In both nGBM and rGBM, there were no statistically significant sex differences in PFS or OS associated with IM (Figure S2-S5). Among nGBM, univariate and multivariable analyses showed no statistically significant sex difference in either PFS or OS for the IM and non-IM treatment groups (Figure S2 and S3). There was no significant interaction between sex and treatment group for PFS (P = .128) or OS (P = .385). Among rGBM patients who received IM, on univariate analyses males had significantly lower PFS (HR 1.42; 95% CI, 1.04–1.93; P = .026) and no significant difference in OS (HR 1.17; 95% CI, 0.87–1.58; P = .300) (Figure S4A and B). Among patients who received non-IM treatments, there was no statistically significant sex difference in PFS or OS (Figure S4C and D).

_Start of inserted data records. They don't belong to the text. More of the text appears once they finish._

"""Numbers that know where they came from.

A `Formula` is a law: code, the same relation in words, and its source. Called with `Term`s it gives a
`Term` that remembers them, so a calculation sheet is written from the very arrays that judged a part,
and evidence combines by itself.
"""

import re
from collections.abc import Callable, Mapping
from dataclasses import dataclass, field, replace
from types import MappingProxyType

import numpy as np
from numpy.typing import NDArray

from .evidence import Evidence, Grades, weakest

Floats = NDArray[np.float64]
_NO_TERMS: Mapping[str, "Term"] = MappingProxyType({})


@dataclass(frozen=True, eq=False)
class Term:
    """A quantity over the parts: shape (n,) for parts, () for what the requirement fixes."""

    symbol: str  # as printed: "IB min"
    values: Floats
    unit: str
    evidence: Grades | Evidence = Evidence.GUARANTEED
    meaning: str = ""
    source: str = ""  # where a value that is not computed comes from
    looked_up: tuple[str, ...] = ()  # symbols a sheet must state for this value
    formula: "Formula | None" = None
    inputs: Mapping[str, "Term"] = field(default_factory=lambda: _NO_TERMS)

    @property
    def grades(self) -> Grades:
        """The evidence, with MISSING wherever there is no value. Broadcast to the shape of the values."""
        return np.where(np.isnan(self.values), np.int8(Evidence.MISSING), self.evidence).astype(np.int8)

    def named(self, symbol: str, meaning: str = "") -> "Term":
        """The same numbers under another name."""
        return replace(self, symbol=symbol, meaning=meaning or self.meaning)

    def take(self, rows: NDArray[np.intp]) -> "Term":
        """The numbers of some of the parts, without what they were made of."""
        evidence = np.asarray(self.evidence, dtype=np.int8)
        return Term(
            self.symbol,
            self.values if self.values.ndim == 0 else self.values[rows],
            self.unit,
            evidence if evidence.ndim == 0 else evidence[rows],
            self.meaning,
        )

    def put(self, rows: NDArray[np.intp], other: "Term", n: int) -> "Term":
        """These numbers for `n` parts, but those of `other` for the parts at `rows`."""
        values = np.broadcast_to(self.values, n).copy()
        evidence = np.broadcast_to(np.asarray(self.evidence, dtype=np.int8), n).copy()
        values[rows], evidence[rows] = other.values, np.asarray(other.evidence, dtype=np.int8)
        return replace(self, values=values, evidence=evidence)

    def walk(self) -> list["Term"]:
        """This term and all it was made of, each once, causes before effects."""
        seen: dict[int, Term] = {}
        _visit(self, seen)
        return list(seen.values())


def _visit(term: Term, seen: dict[int, Term]) -> None:
    if id(term) in seen:
        return
    for cause in term.inputs.values():
        _visit(cause, seen)
    seen[id(term)] = term


def given(symbol: str, value: float, unit: str, meaning: str = "") -> Term:
    """A number of the requirement, the same for all parts."""
    return Term(symbol, np.asarray(value, dtype=np.float64), unit, meaning=meaning, source="requirement")


@dataclass(frozen=True)
class Formula:
    """A law with its words. `raw` is the plain function on floats or arrays; calling traces."""

    raw: Callable[..., Floats]
    symbol: str
    unit: str
    meaning: str
    text: str  # the relation in plain operators over the argument names; empty when it is an algorithm
    words: str  # the algorithm in words, where there is no text
    source: str  # key of physics.sources.SOURCES
    floor: Evidence  # the best grade a result can have

    def __call__(self, symbol: str = "", meaning: str = "", **terms: Term) -> Term:
        with np.errstate(all="ignore"):  # NaN and infinity are answers here: silence, and no demand
            values = self.raw(**{name: term.values for name, term in terms.items()})
        grades = weakest(self.floor, *(term.evidence for term in terms.values()))
        return Term(
            symbol or self.symbol,
            np.asarray(values, dtype=np.float64),
            self.unit,
            grades,
            meaning or self.meaning,
            formula=self,
            inputs=terms,
        )

    def traced(
        self,
        values: Floats,
        evidence: Grades | Evidence,
        looked_up: tuple[str, ...] = (),
        symbol: str = "",
        meaning: str = "",
        **terms: Term,
    ) -> Term:
        """A result that was worked out over points of the sheets, with the terms that went in besides them."""
        grades = weakest(self.floor, evidence, *(term.evidence for term in terms.values()))
        name, what = symbol or self.symbol, meaning or self.meaning
        return Term(name, values, self.unit, grades, what, looked_up=looked_up, formula=self, inputs=terms)

    def relation(self, names: Mapping[str, str]) -> str:
        """The relation with each argument replaced by what `names` calls it."""
        if not self.text:
            return self.words
        shown = re.sub(r"\b[A-Za-z_]\w*\b", lambda m: names.get(m.group(), m.group()), self.text)
        return shown.replace("**", "^").replace("*", "×").replace("/", "÷").replace("-", "−")


FORMULAS: dict[str, Formula] = {}
"""Every law by its module and function name, for the tests that hold words against code."""


def formula(
    symbol: str, unit: str, meaning: str, *, text: str = "", words: str = "", source: str, exact: bool = False
) -> Callable[[Callable[..., Floats]], Formula]:
    """Make a law of a function. `exact` keeps the grade of the inputs (definitions and circuit laws)."""

    def register(raw: Callable[..., Floats]) -> Formula:
        floor = Evidence.GUARANTEED if exact else Evidence.DERIVED
        law = Formula(raw, symbol, unit, meaning, text, words, source, floor)
        FORMULAS[f"{raw.__module__}.{raw.__name__}"] = law
        return law

    return register
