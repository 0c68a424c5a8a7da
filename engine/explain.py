"""The full explanation of one part, written from the arrays that judged it."""

from collections.abc import Mapping

from .ranking import Explanation
from .requirement import Requirement
from .shelf import Shelf


def explain(
    requirement: Requirement,
    shelf: Shelf,
    row: int,
    *,
    network: Mapping[str, float] | None = None,
) -> Explanation:
    """Judge the part at `row` again and tell every figure."""
    raise NotImplementedError
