def _junction_floor(shelf: Shelf, darlington: Mask) -> Floats:
    """VBE that every device has at least at a tenth of its rated collector current, 25 °C. [V]

    Common practice says 0.60 V. A minimum on file says more where it was measured at a small current, for
    the ohmic drop in it may be half a volt at the rated current; and where it says less, it is believed.
    A minimum measured cold is first moved to 25 °C. Of a Darlington only one of its junctions is counted on: at
    light loads the second may not conduct.
    """
    vt = float(thermal_voltage(ROOM))
    rated, per_kelvin = shelf.ratings["ic"], COLD_SHIFT * np.where(darlington, 2.0, 1.0)
    sure, highest = np.full(len(shelf), USUAL_FLOOR), np.full(len(shelf), -np.inf)
    for points in (shelf.points["VBE(on)"], shelf.points["VBE(sat)"]):
        for low, ic, temp in zip(points["min"], points["ic"], points["temp"], strict=True):
            moved = low + vt * np.log(rated / 10 / ic) - per_kelvin * np.maximum(ROOM - temp, 0.0)
            higher = moved - OHMIC * ic / rated - 0.02
            sure = np.where(~darlington & (higher > sure), higher, sure)
            highest = np.where(moved > highest, moved, highest)
    return np.where(np.isinf(highest), sure, np.minimum(sure, highest))


def _gain(shelf: Shelf, ready: Mapping[str, Any]) -> dict[str, Floats | Curve]:
    points = shelf.points["hFE"]
    gain, typical = limit_or_typical(points["min"], points["typ"])
    gain = worst_of_same(gain, np.minimum, points["ic"], points["vce"], points["temp"])
    stated = ~np.isnan(gain) & (points["ic"] > 0)
    used = room_points(points["temp"], stated, hotter=False)
    # a gain stated without VCE says nothing about a low one
    low = used & (points["vce"] <= LOW_VCE)
    high = used & ~low
    ic, vce = points["ic"], points["vce"]
    curve = Curve.through(ic, gain, vce, high, typical)
    curve_low = Curve.through(ic, gain, vce, low, typical)
    tests = tuple(ready[name] for name in ("sat_ic", "sat_ib", "sat_v", "sat_grade"))
    darlington = ready["darlington"]
    slope = np.where(darlington, 1.0, 0.5)
    usual = np.where(darlington, DARLINGTON_EXPONENT, COLD_EXPONENT)
    exponent = _cold_exponent(points, gain, stated & (points["temp"] < 15), (curve, curve_low), slope)
    exponent = np.where(np.isnan(exponent), usual, exponent)
    # cold points that are the only ones are no measure of themselves
    at_room = (used & (points["temp"] >= 15)).any(axis=0)
    exponent = np.where(at_room, exponent, np.maximum(exponent, usual))
    share = _share_kept(ic, gain, low, curve, slope)
    kept = np.where(low, 1.0, np.minimum(share, GAIN_AT_LOW_VCE))
    quasi = np.where(low, 1.0, np.minimum(share, GAIN_QUASI_SATURATED))
    return {
        "gain": curve,
        "gain_low": curve_low,
        "gain_plain": _with_tests(ic, gain * kept, vce, used, typical, tests),
        "gain_quasi": _with_tests(ic, gain * quasi, vce, used, typical, tests),
        "slope_below": slope,
        "cold_exponent": exponent,
    }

On multivariable analyses, males treated with IM had significantly lower OS (HR 1.47; 95% CI, 1.01–2.15; P = .044) and a trend towards lower PFS (HR 1.35; 95% CI, 0.95–1.94; P = .097) (Figure S5A and B). Among patients who received non-IM treatment, there was no significant sex difference in PFS or OS (Figure S5C and D). There was no significant interaction between sex and treatment group for PFS (P = .841) or OS (P = .525), consistent with no sex difference with IM treatment compared to non-IM treatment when adjusting for covariates.

Discussion

Sex differences in GBM have garnered increasing attention over the last decade. Sex-biased anti-tumor immunity is considered an important underlying driver,⁵^,⁶^,¹⁷ though implications for treatment are unclear. In this single-institution retrospective study of patients with newly diagnosed or recurrent GBM enrolled on clinical trials, ICI treatment did not have a sex-specific effect on PFS or OS. Our nGBM analyses showed no statistically significant sex differences in PFS or OS within the ICI group or between the ICI and non-ICI groups, in both univariate and multivariable analyses. In rGBM, univariate analyses showed significantly worse PFS and a trend towards worse OS in males treated with ICI, while multivariable analyses showed significantly worse OS and a trend towards worse PFS in males treated with ICI. In all interaction analyses, associations between sex and survival outcomes did not differ significantly between ICI and non-ICI groups, indicating no sex-specific effect of ICI on PFS or OS in either nGBM or rGBM.

Increased cancer incidence and mortality in males have been observed across a range of malignancies.¹⁸ Despite this, male patients appear to derive greater therapeutic benefit from ICI in clinical trials spanning multiple systemic tumor types.¹⁹^,²⁰ Mechanisms that drive this sex difference are under investigation, and are believed to involve an interplay of anti-tumor immune response with genetic, hormonal, and metabolic factors acting on the tumor and the tumor microenvironment.²¹ In GBM, recent preclinical studies have demonstrated sex-based differences in anti-tumor immunity, including increased T-cell exhaustion in males and a survival benefit in male—but not female—mice treated with anti-PD1 therapy relative to control.⁵^,⁶ In GBM patients, phase 3 clinical trials have failed to demonstrate efficacy of ICI treatment,^22-24 but have not directly or prospectively evaluated sex-based differences. To our knowledge, this is the first clinical study to evaluate sex differences associated with immune checkpoint blockade or immunotherapy in GBM patients.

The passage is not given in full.